DIRECTIONS FOR THIS TASK.
Your reply should consist solely of the number of lines in the data that contain "over".

START RECORDS

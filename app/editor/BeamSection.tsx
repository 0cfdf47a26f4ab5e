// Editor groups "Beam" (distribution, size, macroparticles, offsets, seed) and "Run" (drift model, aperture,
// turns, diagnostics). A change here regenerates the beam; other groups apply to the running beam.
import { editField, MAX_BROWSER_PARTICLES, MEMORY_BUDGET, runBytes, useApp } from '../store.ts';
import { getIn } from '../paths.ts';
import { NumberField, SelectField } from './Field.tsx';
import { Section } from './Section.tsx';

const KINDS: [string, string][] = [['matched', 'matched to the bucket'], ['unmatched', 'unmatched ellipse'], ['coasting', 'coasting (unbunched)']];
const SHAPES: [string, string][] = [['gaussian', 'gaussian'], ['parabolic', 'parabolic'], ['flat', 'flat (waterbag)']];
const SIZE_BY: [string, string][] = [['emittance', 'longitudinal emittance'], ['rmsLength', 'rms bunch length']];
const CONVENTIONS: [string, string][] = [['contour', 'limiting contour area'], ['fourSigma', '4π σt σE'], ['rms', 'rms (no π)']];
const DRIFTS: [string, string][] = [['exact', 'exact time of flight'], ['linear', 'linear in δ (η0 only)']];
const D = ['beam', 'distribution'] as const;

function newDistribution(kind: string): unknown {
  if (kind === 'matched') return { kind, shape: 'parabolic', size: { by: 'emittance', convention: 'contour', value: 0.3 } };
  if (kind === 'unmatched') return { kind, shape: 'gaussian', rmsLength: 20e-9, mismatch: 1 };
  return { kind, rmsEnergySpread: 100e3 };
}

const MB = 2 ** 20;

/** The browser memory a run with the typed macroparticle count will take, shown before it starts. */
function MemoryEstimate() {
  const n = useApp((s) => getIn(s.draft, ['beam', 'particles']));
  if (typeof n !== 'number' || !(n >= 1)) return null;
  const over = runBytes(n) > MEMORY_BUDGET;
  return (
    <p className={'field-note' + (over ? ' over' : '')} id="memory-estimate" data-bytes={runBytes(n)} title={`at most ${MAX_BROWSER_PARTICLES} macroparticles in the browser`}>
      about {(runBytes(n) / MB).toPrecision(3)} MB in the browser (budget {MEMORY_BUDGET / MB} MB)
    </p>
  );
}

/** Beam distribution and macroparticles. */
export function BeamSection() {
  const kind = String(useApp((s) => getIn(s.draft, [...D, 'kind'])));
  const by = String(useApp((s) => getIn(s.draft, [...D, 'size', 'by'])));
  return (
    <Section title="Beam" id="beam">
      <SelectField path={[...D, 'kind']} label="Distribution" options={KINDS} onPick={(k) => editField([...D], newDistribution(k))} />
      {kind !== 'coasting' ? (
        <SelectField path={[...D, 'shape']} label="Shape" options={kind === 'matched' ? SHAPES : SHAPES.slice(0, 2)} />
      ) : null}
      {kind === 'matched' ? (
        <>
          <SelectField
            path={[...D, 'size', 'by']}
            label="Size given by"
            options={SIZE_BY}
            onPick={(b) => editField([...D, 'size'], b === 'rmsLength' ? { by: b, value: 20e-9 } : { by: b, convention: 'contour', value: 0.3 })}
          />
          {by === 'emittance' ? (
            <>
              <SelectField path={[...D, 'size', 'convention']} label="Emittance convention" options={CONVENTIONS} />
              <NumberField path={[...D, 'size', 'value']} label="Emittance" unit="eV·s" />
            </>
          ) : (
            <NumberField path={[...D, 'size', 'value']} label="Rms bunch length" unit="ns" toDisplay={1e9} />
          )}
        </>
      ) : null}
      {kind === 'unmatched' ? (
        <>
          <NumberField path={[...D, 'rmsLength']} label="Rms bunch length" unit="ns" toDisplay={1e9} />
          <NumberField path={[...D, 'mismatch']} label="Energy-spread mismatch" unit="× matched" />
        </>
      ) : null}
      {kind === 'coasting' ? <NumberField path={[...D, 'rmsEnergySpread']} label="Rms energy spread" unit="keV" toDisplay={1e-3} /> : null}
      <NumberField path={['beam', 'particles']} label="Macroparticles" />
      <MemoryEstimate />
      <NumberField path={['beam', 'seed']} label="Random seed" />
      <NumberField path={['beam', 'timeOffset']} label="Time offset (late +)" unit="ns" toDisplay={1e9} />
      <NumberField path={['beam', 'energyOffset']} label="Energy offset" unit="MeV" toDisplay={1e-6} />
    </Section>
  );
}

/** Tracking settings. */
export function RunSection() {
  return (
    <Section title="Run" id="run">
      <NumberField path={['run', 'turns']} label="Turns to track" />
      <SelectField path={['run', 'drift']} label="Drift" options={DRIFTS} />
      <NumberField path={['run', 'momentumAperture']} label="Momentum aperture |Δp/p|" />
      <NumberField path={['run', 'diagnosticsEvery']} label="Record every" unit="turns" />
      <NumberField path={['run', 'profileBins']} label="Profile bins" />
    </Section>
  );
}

END RECORDS

OUTPUT BELOW.
2